Glass vivs look very new and modern, even when they are old. They are sleek, fit with any colour scheme and look like the cats nads! A professionally made glass vivarium is, potentially, the centre piece of any room. They can be sterilised and will not react to water. They are the unit of choice for amphibians and will hold water to allow fully amphibious inmates to be kept. Water spills do not affect them. Modern, toughened glass units are fairly durable and will tolerate a degree of rough treatment. They generally come prefitted with holes and access points for all of the commonly used appliances and bits and pieces. 
On the negative side, glass vivs are more breakable than wooden ones, they are normally not adaptable to different configurations of equipment and they are more difficult to repair when damaged. They do not retain heat as well as wooden vivariums and can crack if inappropriate undertank heating or spotlights are used. Many of the other negatives are covered in the wooden vivarium section.
I think, in conclusion, that each type has a use. In commercial displays wooden vivariums are not used as much as glass. In retail settings, glass looks better and makes the inhabitant look more appealing. Most new installs are metal and glass. For home, DIY projects, wooden vivariums will always hold sway but my advice is to use plywood, not composite boards. Lacquer them and them relacquer them. 
There are other materials used in the construction of vivariums and each of them have pros and cons but I think, in years to come, both wood and glass may struggle in the face of better performing alternatives such as plastics and fibreglass.
Just wanted to throw this out and see what you thought.


----------



## my_shed (Jan 5, 2011)

Personally i make all my vivs in a hybrid format now, wooden vivs lined with glass. The best of both worlds! Strong, waterproof, insulative and fit for purpose. Downsides are they're not easily modifiable, and the cost, getting 70mm holes cut is costly, and i'm effectively doubling my materials cost.

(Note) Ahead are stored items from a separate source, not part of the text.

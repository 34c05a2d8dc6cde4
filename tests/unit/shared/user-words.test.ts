/**
 * One word per concept on screen, in notices, e-mails and certificates: a water-test session is
 * a "test" (what the trade and Tidewright's clients call it), never a "reading". Code keeps its
 * identifiers (`readings` table, `/api/tanks/:id/readings`, `ReadingView`); this test reads the
 * words a person sees: template text and prose string literals (with a space in them).
 * The engine's own texts (shared/cycle) are versioned with its rule set and are left out.
 */
import { readdirSync, readFileSync, statSync } from 'node:fs'
import { join, relative } from 'node:path'
import { describe, expect, it } from 'vitest'

const ROOT = join(__dirname, '../../..')
const SOURCES = ['app', 'server', 'shared']
const ENGINE = /^shared\/cycle\//
// Demo notes and server-only benchmark routes are not read by anyone through the product's screens.
const SKIP = /^server\/api\/bench\//

function files(dir: string): string[] {
  return readdirSync(dir).flatMap((name) => {
    const path = join(dir, name)
    return statSync(path).isDirectory() ? files(path) : /\.(vue|ts)$/.test(name) ? [path] : []
  })
}

/** The file without comments, and for a component without directive and binding expressions (code, not words). */
function withoutCode(text: string, vue: boolean): string {
  let out = text.replace(/\/\*[\s\S]*?\*\//g, ' ').replace(/<!--[\s\S]*?-->/g, ' ').replace(/(^|[^:'"`\w])\/\/.*$/gm, '$1')
  if (vue) {
    // An expression's quoted and backticked strings stay (they are shown); the rest of it is code.
    out = out.replace(/\s(?:[:@#]|v-)[\w.:-]*="([^"]*)"/g, (_, expression: string) => ` ${(expression.match(/'[^']*'|`[^`]*`/g) ?? []).join(' ')}`)
      .replace(/\{\{([^}]*)\}\}/g, (_, expression: string) => ` ${(expression.match(/'[^']*'|`[^`]*`/g) ?? []).join(' ')} `)
  }
  return out
}

/** Words a person reads: prose string literals, and for a component the text between its tags. */
function shownWords(text: string, vue: boolean): string[] {
  const code = withoutCode(text, vue)
  const literals = [...code.matchAll(/'((?:[^'\\\n]|\\.)*)'|`((?:[^`\\]|\\.)*)`|"((?:[^"\\\n]|\\.)*)"/g)]
    .map(m => m[1] ?? m[2] ?? m[3] ?? '')
  const template = vue ? [...(code.match(/<template>[\s\S]*<\/template>/)?.[0] ?? '').matchAll(/>([^<>]+)</g)].map(m => m[1] ?? '') : []
  return [...literals, ...template]
    .filter(w => /[a-z]/i.test(w) && /\s/.test(w.trim()))
    // SQL is code too (a statement, or a piece of one such as its joins).
    .filter(w => !/\b(INSERT INTO|SELECT|UPDATE \w+ SET|DELETE FROM)\b/.test(w) && !/\bselect\b[\s\S]*\bfrom\b/i.test(w) && !/\bjoin\b[\s\S]*\bon\b/i.test(w))
}

/** "reading" or "readings" used as a word, not as part of an identifier, property, JSON key or path. */
const READING_WORD = /(?<![\w./$-])[Rr]eadings?(?![\w/[(.-]|\.\w|"\s*:)/

describe('one word per concept', () => {
  it('calls a water-test session a "test" wherever a person reads it, never a "reading"', () => {
    const found: string[] = []
    for (const source of SOURCES) {
      for (const path of files(join(ROOT, source))) {
        const name = relative(ROOT, path)
        if (ENGINE.test(name) || SKIP.test(name)) continue
        for (const words of shownWords(readFileSync(path, 'utf8'), name.endsWith('.vue'))) {
          if (READING_WORD.test(words)) found.push(`${name}: ${words.trim().slice(0, 120)}`)
        }
      }
    }
    expect(found).toEqual([])
  })

  it('finds the other word where it is shown (the check can fail)', () => {
    const page = '<template>\n  <p>No readings yet.</p>\n  <ScrollTable :label="`Readings (${n})`" :rows="readings" />\n</template>'
    expect(shownWords(page, true).filter(w => READING_WORD.test(w)).sort()).toEqual(['No readings yet.', 'Readings (${n})'])
    expect(shownWords('const body = `A later reading cleared the alert.`', false).some(w => READING_WORD.test(w))).toBe(true)
    expect(shownWords('const rows = db.select().from(readings) // each reading\nfetch(`/api/tanks/${id}/readings`)', false).some(w => READING_WORD.test(w))).toBe(false)
    // A JSON key and a statement's joins are code; the word in quotes within prose is still found.
    expect(shownWords('const text = `{"readings": ${list}, "x": 1}`\nconst on = sql`left join ${readings} as later on ${a} = ${b}`', false).some(w => READING_WORD.test(w))).toBe(false)
    expect(shownWords('const hint = \'Open the "readings" list to see it.\'', false).some(w => READING_WORD.test(w))).toBe(true)
  })
})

On the other hand, my vivs should last for many years, despite the high humidity present.

Dave


----------



## ayrton (Apr 22, 2012)

I use fish tanks for anfibians and wooden for snakes as they look good and are easy to adapt I like plastic but they arnt as easy to change it screw things to I was going to build my viv from plastic and aluminium but it would not have been strong enough or as easy to screw things to


----------